- WHAT YOU WILL DO
From the records below, please return each line that holds the word "file".

- Stored data
━━━━━━━━━━

// Package dxfout draws a cut sheet it is handed (a *sheet.Sheet) as DXF
// (AutoCAD 2000 ASCII, written with github.com/yofu/dxf): the cut sheet
// for people and the geometry-only CAM file of each part. It knows nothing
// of limit states or of how the sheet was laid out, nor what a sheet
// holds: the walk over the model is detail's (Sheet.Paint, Part.Paint),
// and dxfout only implements sheet.Painter, one entity a call.
//
// Units: drawing units are the sheet's (inches for us, $INSUNITS 1 and
// $MEASUREMENT 0; millimetres for si, $INSUNITS 4 and $MEASUREMENT 1),
// 1:1. Axes: x to the right, y up; angles counter-clockwise in degrees.
// $EXTMIN/$EXTMAX are the extents the walk returns (text by a generous
// estimate of its box), not the library's.
//
// Layers are plain words of our own, one per operation: contour, holes,
// dimensions, reference, notes, title. A CAM file has entities on contour
// and holes only: the closed outer contour as an LWPOLYLINE, round holes
// as CIRCLEs, slots as closed LWPOLYLINEs with bulge arcs.
//
// With CAMWithR12 (--dxf r12) each CAM file also gets an R12 (AC1009)
// variant, MARK-PART.cam.r12.dxf, written by r12.go (the library writes
// nothing older than AutoCAD 2000): POLYLINE, VERTEX and SEQEND for closed
// outlines, the units in a 999 comment, the part's label on layer mark.
//
// Nothing is shared between drawings: the library's drawing.New hands
// every drawing its package-level layer "0", line types and text style
// and writes into them, so each pen builds that skeleton from the
// library's constructors itself, and writes it through a formatter of our
// own (the library's bytes, without its fmt.Sprintf per value). Output is
// byte-identical for the same sheet: no timestamps, and handles follow
// drawing order.
package dxfout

━━━━━━━━━━

- EXERCISE OUTPUT
// for people and the geometry-only CAM file of each part. It knows nothing
// dimensions, reference, notes, title. A CAM file has entities on contour
// With CAMWithR12 (--dxf r12) each CAM file also gets an R12 (AC1009)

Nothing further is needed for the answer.